How Hackers Can Attack Your Firm

Law firm and accounting firm databases are a virtual treasure chest for hackers: confidential financial data, privileged communications and other potentially damaging information.

A cybersecurity analysis of thousands of global law firms conducted at the beginning of 2020 found that 15 percent of firms analyzed showed signs of compromised networks.

Hackers use a number of tactics to infiltrate networks, and once they’re in they have a number of ways to profit financially. These tactics include:

Phishing attacks.
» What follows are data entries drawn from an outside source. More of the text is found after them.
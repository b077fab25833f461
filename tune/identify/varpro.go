package identify

import (
	"math"

	"gonum.org/v1/gonum/floats"
)

// offsets says how the constant part of the speed is treated.
type offsets int

const (
	offsetShared offsets = iota // one offset for all traces
	offsetOwn                   // one for each run of samples
	offsetNone                  // none: zero volts is zero speed
)

// projection is the reduced problem that is left when gain, offset, drift and
// initial states, in which the model is linear, are solved for at every value
// of the others (variable projection). Parameters are the kernel's shape, then
// the dead time in seconds.
//
// The Jacobian is Kaufman's: the full one, projected on what the linear columns
// cannot explain. Its gradient is exact.
//
// References: G. H. Golub, V. Pereyra, SIAM J. Numer. Anal. 10 (1973) 413;
// L. Kaufman, BIT 15 (1975) 49.
type projection struct {
	kern    kernel
	pieces  []*stretch
	offset  offsets
	drift   bool
	samples int

	cols  [][]float64 // scratch columns, each as long as the longest stretch
	q     queries
	tau   []float64
	grams []spanGram
	// linear is the gain, offset and drift of the last evaluation.
	linear []float64
}

// layout gives the position of each kind of column in a span's Gram matrix.
type layout struct {
	globals int // gain, shared offset, drift
	locals  int // own offset, position start, free states
	shapes  int // derivatives of the response by shape, then by time
	decay   int // derivatives of the free states by shape: frees × shapes
	frees   int
	freeAt  int // first free-state column among the locals
	held    int // offsets of runs in which the rounding of counts stands still, the last locals
	y       int
	total   int
}

// spanGram holds the inner products of a span's columns.
type spanGram struct {
	lay   layout
	g     []float64
	local []float64 // local coefficients of the last evaluation
}

func newProjection(kern kernel, pieces []*stretch, off offsets, drift bool) *projection {
	drift = drift && kern.shapes() > 0 // an integrator's offset is its drift
	p := &projection{kern: kern, pieces: pieces, offset: off, drift: drift}
	longest := 0
	for _, s := range pieces {
		longest = max(longest, len(s.y))
		for _, sp := range s.spans {
			p.samples += sp.used
			p.grams = append(p.grams, spanGram{lay: p.layout(s, sp)})
		}
	}
	widest := 0
	for i := range p.grams {
		w := p.grams[i].lay.total
		widest = max(widest, w)
		p.grams[i].g = make([]float64, w*w)
		p.grams[i].local = make([]float64, p.grams[i].lay.locals)
	}
	p.cols = make([][]float64, widest+4)
	for i := range p.cols {
		p.cols[i] = make([]float64, longest)
	}
	p.tau = make([]float64, longest)
	p.linear = make([]float64, p.globals())
	return p
}

func (p *projection) globals() int {
	n := 1
	if p.offset == offsetShared {
		n++
	}
	if p.drift {
		n++
	}
	return n
}

func (p *projection) layout(s *stretch, sp span) layout {
	l := layout{globals: p.globals(), shapes: p.kern.shapes() + 1}
	if p.offset == offsetOwn {
		l.locals++
	}
	if s.obs == position {
		l.locals++
	}
	l.freeAt = l.locals
	if !sp.steady {
		l.frees = p.kern.frees()
		l.locals += l.frees
	}
	l.held = len(s.heldIn(sp))
	l.locals += l.held
	l.decay = l.frees * p.kern.shapes()
	l.y = l.globals + l.locals + l.shapes + l.decay
	l.total = l.y + 1
	return l
}

// Dim is the number of nonlinear parameters, dead time included.
func (p *projection) Dim() int { return p.kern.shapes() + 1 }

// Evaluate implements Problem.
func (p *projection) Evaluate(params []float64, pt *Point) bool {
	p.inner(params, true)
	return p.reduce(pt)
}

// Cost is the sum of squares at params with the linear parameters at their best.
func (p *projection) Cost(params []float64) float64 {
	p.inner(params, false)
	cost, _ := p.solveLinear(false)
	return cost
}

// inner fills the Gram matrix of every span.
func (p *projection) inner(params []float64, derivatives bool) {
	p.each(params, derivatives, func(gm *spanGram, _ *stretch, _ span, cols [][]float64) {
		gm.fill(cols)
	})
}

// each calls do with the columns of every span in turn. The columns are scratch
// and valid only during the call.
func (p *projection) each(params []float64, derivatives bool, do func(*spanGram, *stretch, span, [][]float64)) {
	shapes := p.kern.shapes()
	at := 0
	for _, s := range p.pieces {
		p.kern.prepare(s.drive, params[:shapes], derivatives)
		main := p.responses(s, params[shapes], derivatives)
		for _, sp := range s.spans {
			gm := &p.grams[at]
			at++
			do(gm, s, sp, p.spanColumns(s, sp, gm.lay, main, derivatives))
		}
	}
}

// responses fills the response of a whole stretch and its derivatives by shape
// and by dead time, in p.cols from 0 on.
func (p *projection) responses(s *stretch, dead float64, derivatives bool) [][]float64 {
	n, shapes := len(s.y), p.kern.shapes()
	cut := func(i int) []float64 { return p.cols[i][:n] }
	main := make([][]float64, shapes+2)
	for i := range main {
		main[i] = cut(i)
	}
	var byShape [][]float64
	var byTime []float64
	if derivatives {
		byShape, byTime = main[1:1+shapes], main[1+shapes]
	}
	s.drive.look(dead, &p.q)
	p.kern.response(s.drive, &p.q, s.obs != instant, main[0], byShape, byTime)
	if s.obs == windowMean {
		old := make([][]float64, shapes+2)
		for i := range old {
			old[i] = cut(len(p.cols) - 1 - i)
		}
		if derivatives {
			byShape, byTime = old[1:1+shapes], old[1+shapes]
		}
		s.drive.look(dead+s.window, &p.q)
		p.kern.response(s.drive, &p.q, true, old[0], byShape, byTime)
		for i := range main {
			if i > 0 && !derivatives {
				break
			}
			floats.Sub(main[i], old[i])
			floats.Scale(1/s.window, main[i])
		}
	}
	if derivatives {
		floats.Scale(-1, main[1+shapes]) // by dead time, not by time
	}
	return main
}

// spanColumns gathers the columns of one span in the order of its layout.
// Columns that are not wanted are nil.
func (p *projection) spanColumns(s *stretch, sp span, l layout, main [][]float64, derivatives bool) [][]float64 {
	shapes := p.kern.shapes()
	next := len(main)
	fresh := func() []float64 { next++; return p.cols[next-1][sp.from:sp.to] }
	cols := make([][]float64, l.total)
	cols[0] = main[0][sp.from:sp.to]
	at := 1
	level := 0
	if shapes == 0 {
		level = 1 // a constant voltage is a constant acceleration to an integrator
	}
	if p.offset == offsetShared {
		cols[at] = fresh()
		s.constant(sp, cols[at], level)
		at++
	}
	if p.drift {
		cols[at] = fresh()
		s.constant(sp, cols[at], 1)
	}
	at = l.globals
	if p.offset == offsetOwn {
		cols[at] = fresh()
		s.constant(sp, cols[at], level)
		at++
	}
	if s.obs == position {
		cols[at] = fresh()
		for i := range cols[at] {
			cols[at][i] = 1
		}
	}
	base := l.globals + l.locals
	if derivatives {
		for m := 0; m < l.shapes; m++ {
			cols[base+m] = main[1+m][sp.from:sp.to]
		}
	}
	for k := 0; k < l.frees; k++ {
		value := fresh()
		cols[l.globals+l.freeAt+k] = value
		var by [][]float64
		if derivatives && shapes > 0 {
			by = cols[base+l.shapes+k*shapes:][:shapes]
			for m := range by {
				by[m] = fresh()
			}
		}
		p.decays(s, sp, k, value, by)
	}
	for k, h := range s.heldIn(sp) {
		cols[l.globals+l.locals-l.held+k] = h.column(sp, fresh())
	}
	cols[l.y] = s.y[sp.from:sp.to]
	if len(sp.skip) > 0 {
		cols[l.y] = fresh()
		copy(cols[l.y], s.y[sp.from:sp.to])
		sp.blank(cols)
	}
	return cols
}

// blank sets the samples that are not used to zero in every column.
func (sp span) blank(cols [][]float64) {
	for _, c := range cols {
		for _, i := range sp.skip {
			if c != nil {
				c[i-sp.from] = 0
			}
		}
	}
}

// column fills the indicator of the run within a span.
func (h heldRun) column(sp span, col []float64) []float64 {
	clear(col)
	for i := h.from; i < min(h.to, sp.to); i++ {
		col[i-sp.from] = 1
	}
	return col
}

// constant fills the column of a constant speed (power 0) or of one that grows
// with time (power 1), as it is observed.
func (s *stretch) constant(sp span, col []float64, power int) {
	for i := range col {
		t := s.drive.t[sp.from+i] + s.lag
		switch {
		case s.obs == position && power == 0:
			col[i] = t
		case s.obs == position:
			col[i] = t * t / 2
		case power == 0:
			col[i] = 1
		case s.obs == windowMean:
			col[i] = t - s.window/2
		default:
			col[i] = t
		}
	}
}

// decays fills the column of free state k and its derivatives by shape.
func (p *projection) decays(s *stretch, sp span, k int, value []float64, by [][]float64) {
	tau := p.tau[:sp.to-sp.from]
	start := s.drive.t[sp.from]
	for i := range tau {
		tau[i] = s.drive.t[sp.from+i] - start
	}
	p.kern.free(k, tau, s.obs != instant, value, by)
	if s.obs != windowMean {
		return
	}
	old := p.cols[len(p.cols)-1][:len(tau)]
	var oldBy [][]float64
	for m := range by {
		oldBy = append(oldBy, p.cols[len(p.cols)-2-m][:len(tau)])
	}
	for i := range tau {
		tau[i] = math.Max(tau[i]-s.window, 0)
	}
	p.kern.free(k, tau, true, old, oldBy)
	floats.Sub(value, old)
	floats.Scale(1/s.window, value)
	for m := range by {
		floats.Sub(by[m], oldBy[m])
		floats.Scale(1/s.window, by[m])
	}
}

// fill computes the span's Gram matrix. An offset of a held run is no more than
// rounding: it is held back by a variance equal to that of the single rounding
// errors, which adds one to its diagonal entry.
func (gm *spanGram) fill(cols [][]float64) {
	l := gm.lay
	gram(cols, gm.g, l.total)
	for k := l.globals + l.locals - l.held; k < l.globals+l.locals; k++ {
		gm.g[k*l.total+k]++
	}
}

// gram fills the upper triangle and its mirror with the inner products of cols;
// a nil column counts as zero.
func gram(cols [][]float64, g []float64, n int) {
	for i := 0; i < n; i++ {
		for j := i; j < n; j++ {
			v := 0.0
			if cols[i] != nil && cols[j] != nil {
				v = floats.Dot(cols[i], cols[j])
			}
			g[i*n+j], g[j*n+i] = v, v
		}
	}
}
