package identify

import (
	"math"
	"slices"

	"gainwright/tune/trace"
)

// Quiet is the noise of a signal about its own slow course.
type Quiet struct {
	Mean, RMS, Peak float64
	Step            float64 // smallest difference between two values seen; 0: all alike
	N               int
}

// QuietOf measures noise about a straight line through the values.
func QuietOf(v []float64) Quiet {
	q := Quiet{N: len(v)}
	if q.N < 3 {
		return q
	}
	n := float64(q.N)
	var sx, sy, sxx, sxy float64
	for i, y := range v {
		x := float64(i) - (n-1)/2
		sy, sxx, sxy = sy+y, sxx+x*x, sxy+x*y
		sx += x
	}
	q.Mean = sy / n
	slope := sxy / sxx
	for i, y := range v {
		r := y - q.Mean - slope*(float64(i)-(n-1)/2)
		q.RMS += r * r / (n - 2)
		q.Peak = math.Max(q.Peak, math.Abs(r))
	}
	q.RMS = math.Sqrt(q.RMS)
	s := slices.Clone(v)
	slices.Sort(s)
	for i := 1; i < len(s); i++ {
		if d := s[i] - s[i-1]; d > 1e-9*math.Max(1, math.Abs(s[i])) && (q.Step == 0 || d < q.Step) {
			q.Step = d
		}
	}
	return q
}

// lowestShare is the part of a setpoint that one step of the reported speed, or
// twice its noise, may be (our choice).
const lowestShare = 0.1

// LowestSetpoint is the lowest speed at which one step of the reported speed and
// twice its noise stay under a tenth of it, in the unit given. It is what can be
// asked for honestly: a setpoint below it is steered by its own rounding.
func LowestSetpoint(step, rms float64) float64 { return math.Max(step, 2*rms) / lowestShare }

// Clock is what time stamps of samples at a steady rate say.
type Clock struct {
	Period     float64 // s, mean between samples
	Loops      int     // loop periods between samples
	Loop       float64 // s, loop period on the board's own clock
	LoopSD     float64
	Jitter     float64 // s, RMS of the stamps about an even row
	JitterPeak float64 // s
	N, Missing int
}

// ClockOf fits an even row to the time stamps of a trace and judges what is left.
// declared is the loop period that the board says it has, in s.
func ClockOf(tr *trace.Trace, declared float64) (Clock, error) {
	n := tr.Len()
	if n < 20 || !(declared > 0) {
		return Clock{}, ErrData
	}
	step := tr.Period()
	if !(step > 0) {
		return Clock{}, ErrData
	}
	out := Clock{Loops: max(1, int(math.Round(step/declared))), N: n}
	// Every stamp belongs to a whole number of steps from the first.
	k := make([]float64, n)
	for i := 1; i < n; i++ {
		d := math.Max(1, math.Round((tr.Time[i]-tr.Time[i-1])/step))
		k[i] = k[i-1] + d
		out.Missing += int(d) - 1
	}
	var mk, mt, kk, kt float64
	for i := range k {
		mk, mt = mk+k[i]/float64(n), mt+tr.Time[i]/float64(n)
	}
	for i := range k {
		kk, kt = kk+(k[i]-mk)*(k[i]-mk), kt+(k[i]-mk)*(tr.Time[i]-mt)
	}
	out.Period = kt / kk
	for i := range k {
		r := tr.Time[i] - mt - out.Period*(k[i]-mk)
		out.Jitter += r * r / float64(n-2)
		out.JitterPeak = math.Max(out.JitterPeak, math.Abs(r))
	}
	out.Loop = out.Period / float64(out.Loops)
	out.LoopSD = math.Sqrt(out.Jitter/kk) / float64(out.Loops)
	out.Jitter = math.Sqrt(out.Jitter)
	return out, nil
}

// Locked is the resistance at one angle of the shaft, which did not turn.
type Locked struct {
	R, RSD, Volts float64 // ohm; V of the slope's reach
	N             int
}

// FitLocked takes the resistance from a record of levels with the shaft held: the
// slope of current over volts through the settled half of each level, so that the
// sensor's zero and a driver's dead band of either sign fall out where levels of
// both signs are given alike. The error wraps ErrData.
func FitLocked(tr *trace.Trace, dwell float64) (Locked, error) {
	if err := tr.Validate(); err != nil {
		return Locked{}, err
	}
	if tr.Current == nil {
		return Locked{}, ErrData
	}
	// One slope for each sign with its own intercept: the dead band shifts, and
	// does not tilt.
	var sxx, sxy, rss float64
	out := Locked{}
	type point struct{ v, i float64 }
	var residual []float64
	for _, dir := range []float64{1, -1} {
		var p []point
		for _, l := range lockedLevels(tr, dwell, dir) {
			for k := l[0]; k < l[1]; k++ {
				p = append(p, point{tr.Voltage[k], tr.Current[k]})
			}
		}
		if len(p) < 10 {
			continue
		}
		var mv, mi float64
		for _, x := range p {
			mv, mi = mv+x.v/float64(len(p)), mi+x.i/float64(len(p))
		}
		for _, x := range p {
			sxx, sxy = sxx+(x.v-mv)*(x.v-mv), sxy+(x.v-mv)*(x.i-mi)
			out.Volts = math.Max(out.Volts, math.Abs(x.v))
			residual = append(residual, x.v-mv, x.i-mi)
		}
		out.N += len(p)
	}
	if out.N < 20 || !(sxx > 0) || !(sxy > 0) {
		return out, ErrData
	}
	slope := sxy / sxx
	for k := 0; k < len(residual); k += 2 {
		r := residual[k+1] - slope*residual[k]
		rss += r * r
	}
	sd := math.Sqrt(rss / float64(out.N-3) / sxx)
	out.R, out.RSD = 1/slope, sd/(slope*slope)
	return out, nil
}

// lockedLevels are the second halves of the steady levels of one sign, as ranges of
// samples.
func lockedLevels(tr *trace.Trace, dwell, dir float64) (out [][2]int) {
	n := tr.Len()
	for from := 0; from < n; {
		to := from + 1
		for to < n && math.Abs(tr.Voltage[to]-tr.Voltage[from]) <= 0.02*math.Abs(tr.Voltage[from]) {
			to++
		}
		if tr.Voltage[from]*dir > 0 && tr.Time[to-1]-tr.Time[from] >= dwell/2 {
			out = append(out, [2]int{(from + to) / 2, to})
		}
		from = to
	}
	return out
}

// LostMotion is the angle in rad that a motor turns before the encoder sees it,
// when a ramp sets out: back-EMF, as volts less R·I, that comes up before the first
// count, over Ke. One value for every ramp from rest, split by whether the ramp goes
// the way of the one before (Same) or the other (Turned).
type LostMotion struct{ Turned, Same []float64 }

// FitLostMotion looks at every ramp of a record with current and counts.
func FitLostMotion(tr *trace.Trace, ohms, ke float64) (LostMotion, error) {
	var out LostMotion
	if tr.Current == nil || tr.Counts == nil || !(ohms > 0) || !(ke > 0) {
		return out, ErrData
	}
	n, before := tr.Len(), 0.0
	for i := 0; i < n; {
		if tr.Voltage[i] == 0 {
			i++
			continue
		}
		dir := math.Copysign(1, tr.Voltage[i])
		from, base := i, tr.Counts[max(i-1, 0)]
		for i < n && tr.Voltage[i]*dir > 0 && tr.Counts[i] == base {
			i++
		}
		if x, ok := unseenTurn(tr, from, i, dir, ohms, ke); ok {
			if dir == before {
				out.Same = append(out.Same, x)
			} else if before != 0 {
				out.Turned = append(out.Turned, x)
			}
		}
		for i < n && tr.Voltage[i]*dir > 0 {
			i++
		}
		before = dir
	}
	if len(out.Turned)+len(out.Same) == 0 {
		return out, ErrData
	}
	return out, nil
}

// unseenTurn is the back-EMF of the last samples before the first count over that
// of the ones before, summed to an angle.
func unseenTurn(tr *trace.Trace, from, to int, dir, ohms, ke float64) (rad float64, ok bool) {
	const last, earlier = 0.12, 0.35 // s
	if to-from < 30 {
		return 0, false
	}
	end := tr.Time[to-1]
	emf := func(i int) float64 { return math.Abs(tr.Voltage[i]) - ohms*tr.Current[i]*dir }
	ref, n := 0.0, 0
	for i := from; i < to; i++ {
		if age := end - tr.Time[i]; age > last && age <= earlier {
			ref, n = ref+emf(i), n+1
		}
	}
	if n < 10 {
		return 0, false
	}
	ref /= float64(n)
	for i := from + 1; i < to; i++ {
		if end-tr.Time[i] <= last {
			rad += (emf(i) - ref) / ke * (tr.Time[i] - tr.Time[i-1])
		}
	}
	return rad, true
}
This is one of the most common methods for gaining access to a company’s database.

In a phishing attack, a hacker sends an email, instant message or text message that appears legitimate to people within your organization. The email might look like a message from a financial institution, popular retailer, or even from another person within your firm.

Phishing messages contain malicious links that the recipients are tricked into clicking. That can trigger the installation of malware, the freezing of the company’s network, or the directing of the recipient to input a password that the can provide the hackers network access later.

Business email compromise. This type of attack involves criminals gaining access to an email account within your firm or creating a false account to spoof a genuine contact. With an email account that appears legitimate, the criminal can impersonate a lawyer with your firm. In another scenario, the criminal will direct a lawyer completing a transfer of funds to send that money to the scammer’s account instead. Firms that handle financial fund transfer for clients are at extremely high risk for this type of hack.

Malware and spyware. A common goal of a phishing attack is for the hacker to install malware or spyware on a firm’s computer systems. Spyware is malicious software used to gather information about an organization. It’s often used to help hackers steal identities. Spyware can also be used to disable firewalls and antivirus software.

Malware encompasses all types of malicious software, including spyware. It also includes viruses that can damage and spread to other networks.

Ransomware attack. In this type of cyberattack, a hacker plants malware on their target’s network, often by using a phishing message. This malware encrypts all of the victim’s files, leaving them unable to access any information stored on their network. The hackers hold the information ransom and demand a payment. If the payment is made, the hacker restores network access.

A new form of ransomware attack has targeted law firms in the last few years. This type of attack, sometimes referred to as a Maze attack, requires two ransom payments. The first is to unencrypt the victim’s data. The second ransom demand is made threatening that the hacker will make the stolen information public. A report in February 2020 said at least five law firms were extorted by a Maze ransomware attack.

Cryptojacking. An emerging form of online hacking is cryptojacking, which is an attack designed to steal cryptocurrency, such as Bitcoin. In this scheme, hackers break into other people’s networked devices without their consent or knowledge. The purpose is to steal computing resources from multiple victims, which enables the hackers to lower the costs of mining for digital currency. Victims of cryptojacking will notice their computers and web browsers running much slower. This form of attack can also result in a network crash.

With so many ways to do damage to your networks, it’s important for law firms to work with cybersecurity professionals to shore up computer systems. Also, make sure everybody in your firm use secure passwords and that you conduct regular cybersecurity training with employees on the latest threats.

Even with the best security, it’s possible for hackers to gain access to your firm’s network. That’s why it’s important for every law firm to be covered by cyber insurance that covers your potential losses and liability for data breaches.